Comecei o ano a beber
vinho tinto, ainda me lembro da festa. Uma casa cheia de artistas de todos os
feitios, e algum frio quando abriam a porta para fumar. Fiz mais uma festa de despedida poucos dias
depois, porque me despedi mais uma vez. E poucos dias depois, enchi de novo a
mala preta com os habituais 20kg de vida, e zarpei, como dizia o outro. Antes
de chegar ao destino, fiz uma viagem, dentro da viagem que fiz. Reencontrei
amigos no norte de um país frio e chuvoso. Acantonei dentro de uma casa
estranha com corpos conhecidos durante um par de dias, e fiz um piercing no
nariz. Depois parti para o quase sul do mesmo país sem quente. Construí-me do
zero. E durante longos meses, reconstrui-me do zero. Fiz tudo de novo. Ergui
um bom castelo, ninguém diga o contrário. Observei muitos quotidianos, e
cheguei a várias conclusões. Conheci-me melhor por observação alheia. Aprendi
a estar. Posso dizer que cresci em todas as noites que vivi sozinha dentro de
uma casa estrangeira e uma cidade estranha. Posso dizer que a solidão me fez
crescer. Com isso, tornei-me também pior, mais fria, quieta, sossegada, mais
consumista, mais politicamente correcta, e menos eu. Parece que
passaram 20 anos, mas passaram só uns cinco meses. Passei
a engolir os sapos e a secar as lágrimas antes de espreitarem. Os dias do longo
inverno tornaram-me um velho lobo solitário. Escrevi muitas cartas, e enviei-as
para muitos sítios do mundo, recebi muitas respostas. Fiz uma viagem ao país
vizinho. Trabalhei durante muitas horas, dormi muito poucas. Não considerei
que fosse exploração; corri por gosto, cansei-me, mas valeu a pena. Voltei
depois, esperei muitas horas num avião que parecia não me querer deixar partir. À força, lá tornei. Entreguei um relatório as páginas da minha vida estrangeira, e foi considerado mal escrito. Destrocei-me. Vi duas pessoas casarem-se em
inspiração árabe- Vesti-me de cor de rosa choque, e um boquet de
noiva caiu-me nas mãos. Parti-me aos bocadinhos por ai. Fiz uma viagem a outro país.
Casei nesse país, a primeira amiga estrangeira, com o homem da sua vida. Esperei
que fossem felizes para sempre. Ganhei outra família estrangeira, lá longe,
onde se bebe radler. Passeei por uma cidade estrangeira, comi coisas
esquisitas e voltei a casa. Procurei por muitos sítios que fossem a Casa,
encontrei tantos quantos os que me foram dando, mas nenhum deles foi ideal.

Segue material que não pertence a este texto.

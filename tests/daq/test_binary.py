"""BinaryDecoder, encode_frames and the CRC of docs/binary-frame.md.

The vectorised decoder is checked against `reference_decode`, a deliberately plain
byte-by-byte scan written here from the format document with `struct` and
`binascii.crc_hqx` (Python standard library), sharing no code with `daq.binary`.
"""

from __future__ import annotations

import binascii
import itertools
import re
import struct
from pathlib import Path

import numpy as np
import pytest
from hypothesis import HealthCheck, given, settings
from hypothesis import strategies as st

from daq.binary import (
    FRAME_SYNC,
    BinaryDecoder,
    crc16_ccitt_false,
    encode_frames,
    frame_length,
)
from daq.decoding import DecoderStats
from daq.errors import FramingError
from daq.samples import FLAG_GAP_BEFORE, SAMPLE_DTYPE, concat_blocks, device_status
from daq.scaling import Scaling

SCALING = Scaling(volts_per_count=20.0 / 2**24, metres_per_volt=5e-5, zero_volts=0.01)
RATE_HZ = 2000.0
DOC = Path(__file__).resolve().parents[2] / "docs" / "binary-frame.md"
WRAP = 2**32


def reference_decode(stream: bytes, bits: int) -> dict:
    """Scan `stream` one position at a time, as the format document describes."""
    length = 2 + 1 + 4 + bits // 8 + 1 + 2
    pos, rows, starts = 0, [], []
    rejected = discarded = lost = restarts = 0
    in_run = False
    last_raw = last_seq = None
    while pos + length <= len(stream):
        fr = stream[pos : pos + length]
        good = (
            fr[0] == 0xA9
            and fr[1] == 0x5C
            and fr[2] == bits
            and binascii.crc_hqx(fr[2:-2], 0xFFFF) == struct.unpack(">H", fr[-2:])[0]
        )
        if not good:
            rejected += not in_run
            in_run = True
            discarded += 1
            pos += 1
            continue
        (raw,) = struct.unpack_from("<I", fr, 3)
        counts = int.from_bytes(fr[7 : 7 + bits // 8], "little", signed=True)
        status = fr[-3]
        flag = 0
        if last_raw is None:
            seq = raw
        else:
            step = (raw - last_raw) % WRAP
            if 0 < step < WRAP // 2:
                seq = last_seq + step
                if step > 1:
                    lost += step - 1
                    flag = FLAG_GAP_BEFORE
            else:
                seq = raw
                restarts += 1
                flag = FLAG_GAP_BEFORE
        rows.append((seq, counts, flag | (status << 8)))
        starts.append(pos)
        last_raw, last_seq = raw, seq
        in_run = False
        pos += length
    return {
        "rows": rows,
        "starts": starts,
        "stats": DecoderStats(len(rows), rejected, discarded, lost, restarts),
        "tail": len(stream) - pos,
    }


def feed_chunks(dec: BinaryDecoder, stream: bytes, cuts: list[int]) -> np.ndarray:
    edges = [0, *cuts, len(stream)]
    return concat_blocks([dec.feed(stream[a:b]) for a, b in itertools.pairwise(edges)])


def rows_of(block: np.ndarray) -> list[tuple[int, int, int]]:
    return list(
        zip(block["seq"].tolist(), block["counts"].tolist(), block["flags"].tolist(), strict=True)
    )


def assert_matches_reference(dec: BinaryDecoder, block: np.ndarray, ref: dict) -> None:
    assert block.dtype == SAMPLE_DTYPE
    assert rows_of(block) == ref["rows"]
    # device_time_s = seq / rate (format document); same float64 division on both sides.
    assert block["device_time_s"].tolist() == [r[0] / RATE_HZ for r in ref["rows"]]
    assert dec.stats() == ref["stats"]
    assert dec.bytes_buffered == ref["tail"]


# ------------------------------------------------------------------------------ CRC
def test_crc_check_value_from_catalogue() -> None:
    # Check value of CRC-16/CCITT-FALSE for "123456789": 0x29B1 (CRC RevEng catalogue).
    assert crc16_ccitt_false(b"123456789") == 0x29B1


def test_crc_equals_binascii_crc_hqx_on_random_data() -> None:
    # binascii.crc_hqx(data, 0xFFFF) is CRC-16/CCITT-FALSE (Python standard library).
    rng = np.random.default_rng(11)
    for size in [0, 1, 2, 3, 9, 11, 12, 100, 1000]:
        data = rng.integers(0, 256, size, dtype=np.uint8).tobytes()
        assert crc16_ccitt_false(data) == binascii.crc_hqx(data, 0xFFFF)
        assert crc16_ccitt_false(bytearray(data)) == crc16_ccitt_false(memoryview(data))
    with pytest.raises(FramingError, match="not bytes"):
        crc16_ccitt_false("123")  # type: ignore[arg-type]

Tirei a carta de condução de carro. Fiz as pazes comigo. Aprendi a olhar-me ao
espelho. Comprei um bikini preto e usei-o triunfalmente. Revi amigos antigos,
encontrei ao acaso outros amigos antigos, revi prioridades. Fui a uma festa das
cores, colori-me por inteiro. Guardei algum do passado no passado e segui. Não
deixei remorsos. O verão acabou, fui para a cidade encantada, conheci
estrangeiros, festejamo-nos. Fiz jantares com 7 nacionalidades diferentes. Por mero
acaso embarquei num intra-rail pela casa de amigos. Vivi Coimbra em tempo de
latada, e passei o testemunho académico a outro membro da família. Foi no Mondego que me despedi da capa. Morreu-me uma amiga. Vi-a inerte em cima de uma maca hospitalar e em silêncio
disse-lhe adeus. Mas nunca consegui dize-lo em voz alta. Encontramo-nos em cima
do Tejo, chorámo-la, e deixámo-la ir. Foi. Tirei a carta de condução de motociclos.

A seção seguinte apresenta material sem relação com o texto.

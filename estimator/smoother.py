"""Rauch–Tung–Striebel smoothing of a whole record, for offline use.

The live observer can only use samples up to the present; offline, the smoother
also uses every later sample, which lowers the error and removes the filter's lag.
It runs the observer forward (both paths, exactly as live), keeping the
covariances of the time-varying samples, then runs the RTS backward recursion

    J[k]  = P[k] Φ[k+1]ᵀ P⁻[k+1]⁻¹
    xs[k] = x[k] + J[k] (xs[k+1] − Φ[k+1] x[k])
    Ps[k] = P[k] + J[k] (Ps[k+1] − P⁻[k+1]) J[k]ᵀ

Source: H. E. Rauch, F. Tung, C. T. Striebel, "Maximum likelihood estimates of
linear dynamic systems", AIAA Journal 3(8), 1445-1450, 1965.

A re-acquisition (the observer assumed a load jump) breaks the chain: no
information is carried back across it, because the model did not hold there.
"""

from __future__ import annotations

import math

import numpy as np

from estimator.observer import FLAG_REACQUIRED, ForceObserver

__all__ = ["rts_smooth"]


def rts_smooth(
    observer: ForceObserver, time_s: np.ndarray, displacement_m: np.ndarray
) -> np.ndarray:
    """Smoothed estimates of a whole record, one ``ESTIMATE_DTYPE`` row per sample.

    ``observer`` is reset first and used for the forward pass. Innovation and NIS
    columns are those of the forward (filter) pass; force, its uncertainty,
    displacement and velocity are smoothed.
    """
    observer.covariance_log = {}
    observer.reset()
    try:
        filtered = observer.process(time_s, displacement_m)
        log = observer.covariance_log
    finally:
        observer.covariance_log = None
    n = filtered.size
    out = filtered.copy()
    if n < 2:
        return out
    ss = observer._ss
    phi_nom = observer._nominal.phi
    J_ss = ss.P_post @ phi_nom.T @ np.linalg.inv(ss.P_prior)
    X = np.column_stack(
        [filtered["displacement_m"], filtered["velocity_m_s"], filtered["force_n"]]
    )
    xs = X[-1].copy()
    Ps = log[n - 1][2] if (n - 1) in log else ss.P_post
    flags = filtered["flags"]
    xs_all = np.empty_like(X)
    us = np.empty(n)
    xs_all[-1] = xs
    us[-1] = math.sqrt(Ps[2, 2])
    for k in range(n - 2, -1, -1):
        nxt = log.get(k + 1)
        P_f = log[k][2] if k in log else ss.P_post
        if flags[k + 1] & FLAG_REACQUIRED:
            xs, Ps = X[k].copy(), P_f
        else:
            if nxt is None:
                phi, P_p, J = phi_nom, ss.P_prior, (J_ss if k not in log else None)
            else:
                phi, P_p, _ = nxt
                J = None
            if J is None:
                J = P_f @ phi.T @ np.linalg.inv(P_p)
            xs = X[k] + J @ (xs - phi @ X[k])
            Ps = P_f + J @ (Ps - P_p) @ J.T
        xs_all[k] = xs
        us[k] = math.sqrt(max(Ps[2, 2], 0.0))
    out["displacement_m"] = xs_all[:, 0]
    out["velocity_m_s"] = xs_all[:, 1]
    out["force_n"] = xs_all[:, 2]
    out["force_u_n"] = us
    return out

Vi morrer a última das mulheres da minha vida, semanas depois. Foi nesse momento que deixei de sentir. Cambaleei para sul, dormente,
e voltei para a cidade encantada, oca. Fiz novamente uma mala, e tornei ao sul.
Estive na casa onde já não existe nenhuma das minhas mulheres, e não senti nada.
Fui mais a sul. Para saber que o cancro, esse filho da puta, atacou mais um de
nós. Reencontrei amigos antigos, sorri, sem rir. Aconcheguei-me. Sonhei todas
as noites. Acordei todas as manhãs com dores na alma. Que ainda dói. Aprendi que o que falta é amar (porra)! E hei-de acabar o ano a beber vinho tinto, ou outra coisa qualquer.